Any patient with COVID-19 and co-morbid conditions, may be eligible for the Chronic Care Management program.  This program engages patients and provides care management for those with high risk for 16 weeks and 12 weeks for rising risk.

For Care Transitions and the Transitional Care Management program, the Care Management team initiates a phone call to the patient within 48 hours, documents the patients understanding of their discharge orders, performs the medication reconciliation, and ensures the patient is scheduled for an appointment with their PCP.

Remington Report: Describe your digital-based patient engagement program. How has this solution benefited during COVID-19?

Thompson: The Care Management Center manages two separate systems of digital based patient engagement. One system is called Get Well Loop.  This digital outreach tool is used to engage patients at low risk for rehospitalization or who have experienced an ED visit.  An email or text, patient’s choice, is sent to the patient within 48 hours and then weekly to provide engagement, interaction, education and information based on the patient’s response to a simple series of questions.  If a patient triggers a “red flag” answer, this could identify potential decline or an exacerbation of their disease process.  A “red flag” would stimulate a report for our nursing team and a nursing outreach call will occur.

The second tool used is telehealth. This tool is provided to selected patients that are at high risk for readmission to the hospital.  Primarily, this tool is used on patients diagnosed with COPD and or CHF.  They are managed by the Chronic Disease Managers in the Care Center for follow-up, engagement, and the promotion for self-management of their disease process.

Remington Report: How do you see the future of home health expanding to demonstrate further value to health systems and physicians?

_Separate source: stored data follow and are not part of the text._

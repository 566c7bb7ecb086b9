package testenv

import (
	"context"
	"fmt"
	"io"
	"net"
	"net/http"
	"net/url"
	"os"
	"path/filepath"
	"strings"
	"testing"
	"time"
)

// Environment variable names exported by scripts/testenv.sh.
const (
	EnvMQTTURL     = "PLUMBLINE_TEST_MQTT_URL"
	EnvInfluxURL   = "PLUMBLINE_TEST_INFLUX_URL"
	EnvInfluxToken = "PLUMBLINE_TEST_INFLUX_TOKEN"
	EnvInfluxOrg   = "PLUMBLINE_TEST_INFLUX_ORG"
	EnvInfluxDB    = "PLUMBLINE_TEST_INFLUX_DB"
	EnvMosquitto   = "PLUMBLINE_MOSQUITTO_BIN"
	EnvInfluxd     = "PLUMBLINE_INFLUXD_BIN"
)

const howToRun = "run the tests under `make test` or `scripts/testenv.sh go test ...`, which start the real Mosquitto and InfluxDB servers"

// MQTT returns the URL (tcp://127.0.0.1:PORT) of the shared test broker.
// It fails the test when the broker is not configured.
func MQTT(t testing.TB) string {
	t.Helper()
	return mustEnv(t, EnvMQTTURL)
}

// InfluxServer says how to reach an InfluxDB 1.8 server through the v2
// client API: Token is empty or "user:password", Org is "-" and Bucket is
// DB + "/autogen".
type InfluxServer struct {
	URL    string
	Token  string
	Org    string
	DB     string
	Bucket string
}

// Influx returns the shared test InfluxDB server. Its database already
// exists. It fails the test when the server is not configured.
func Influx(t testing.TB) InfluxServer {
	t.Helper()
	s := InfluxServer{
		URL:   mustEnv(t, EnvInfluxURL),
		Token: os.Getenv(EnvInfluxToken),
		Org:   os.Getenv(EnvInfluxOrg),
		DB:    mustEnv(t, EnvInfluxDB),
	}
	if s.Org == "" {
		s.Org = "-"
	}
	s.Bucket = s.DB + "/autogen"
	return s
}

func mustEnv(t testing.TB, name string) string {
	t.Helper()
	v := os.Getenv(name)
	if v == "" {
		t.Fatalf("testenv: %s is not set: %s", name, howToRun)
	}
	return v
}

// FreePort returns a TCP port on 127.0.0.1 that nothing listened on a
// moment ago. Another process may still take it before the caller does;
// that is rare on a test machine and shows as a clear start failure.
func FreePort(t testing.TB) int {
	t.Helper()
	p, err := freePort()
	if err != nil {
		t.Fatalf("testenv: %v", err)
	}
	return p
}

func freePort() (int, error) {
	l, err := net.Listen("tcp", "127.0.0.1:0")
	if err != nil {
		return 0, fmt.Errorf("free port: %w", err)
	}
	defer l.Close()
	return l.Addr().(*net.TCPAddr).Port, nil
}

// CreateDatabase creates database db on the InfluxDB 1.8 server at
// baseURL (POST /query, CREATE DATABASE; creating an existing database
// is not an error). token is empty or "user:password".
func CreateDatabase(ctx context.Context, baseURL, token, db string) error {
	form := url.Values{"q": {fmt.Sprintf("CREATE DATABASE %q", db)}}
	req, err := http.NewRequestWithContext(ctx, http.MethodPost,
		strings.TrimRight(baseURL, "/")+"/query", strings.NewReader(form.Encode()))
	if err != nil {
		return fmt.Errorf("create database %s: %w", db, err)
	}
	req.Header.Set("Content-Type", "application/x-www-form-urlencoded")
	if token != "" {
		req.Header.Set("Authorization", "Token "+token)
	}
	resp, err := http.DefaultClient.Do(req)
	if err != nil {
		return fmt.Errorf("create database %s: %w", db, err)
	}
	defer resp.Body.Close()
	body, _ := io.ReadAll(io.LimitReader(resp.Body, 4096))
	if resp.StatusCode != http.StatusOK || strings.Contains(string(body), `"error"`) {
		return fmt.Errorf("create database %s: %s: %s", db, resp.Status, strings.TrimSpace(string(body)))
	}
	return nil
}

// NewDatabase creates a database of its own for the calling test on the
// shared server and returns the server description pointing at it, so a
// test can count exactly what it wrote. The name is derived from the test
// name and the current time.
func NewDatabase(t testing.TB) InfluxServer {
	t.Helper()
	s := Influx(t)
	name := strings.Map(func(r rune) rune {
		if r >= 'a' && r <= 'z' || r >= 'A' && r <= 'Z' || r >= '0' && r <= '9' {
			return r
		}
		return '_'
	}, t.Name())
	s.DB = fmt.Sprintf("t_%s_%d", name, time.Now().UnixNano())
	s.Bucket = s.DB + "/autogen"
	ctx, cancel := context.WithTimeout(context.Background(), 30*time.Second)
	defer cancel()
	if err := CreateDatabase(ctx, s.URL, s.Token, s.DB); err != nil {
		t.Fatalf("testenv: %v", err)
	}
	return s
}

// binary finds a server binary: the environment variable first, then the
// given fallback paths (relative ones against the repository root).
func binary(t testing.TB, env string, fallbacks ...string) string {
	t.Helper()
	if p := os.Getenv(env); p != "" {
		if st, err := os.Stat(p); err == nil && !st.IsDir() {
			return p
		}
		t.Fatalf("testenv: %s=%s is not a file: %s", env, p, howToRun)
	}
	root := repoRoot()
	for _, f := range fallbacks {
		if !filepath.IsAbs(f) {
			if root == "" {
				continue
			}
			f = filepath.Join(root, f)
		}
		if st, err := os.Stat(f); err == nil && !st.IsDir() {
			return f
		}
	}
	t.Fatalf("testenv: %s is not set and no binary was found: %s", env, howToRun)
	return ""
}

// repoRoot walks up from the working directory to the folder holding
// go.mod, or returns "".
func repoRoot() string {
	dir, err := os.Getwd()
	if err != nil {
		return ""
	}
	for {
		if _, err := os.Stat(filepath.Join(dir, "go.mod")); err == nil {
			return dir
		}
		up := filepath.Dir(dir)
		if up == dir {
			return ""
		}
		dir = up
	}
}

Thompson: I see a very bright future for home health agencies, who can be flexible, nimble and provide a valuable service to hospitals and physicians practices, which will lead them into the future of value-based care for patients. When the services are focused in the community and outside of the hospital, systems can dramatically lower cost of care and promote better management of patients by using experts that understand and can manage patients in that arena.

Home health agencies need to find their role in the digital future of health care.  Being able to engage patients and promote self-care, using tools and techniques that keep patients in their home and independent, will satisfy patients and providers in the future.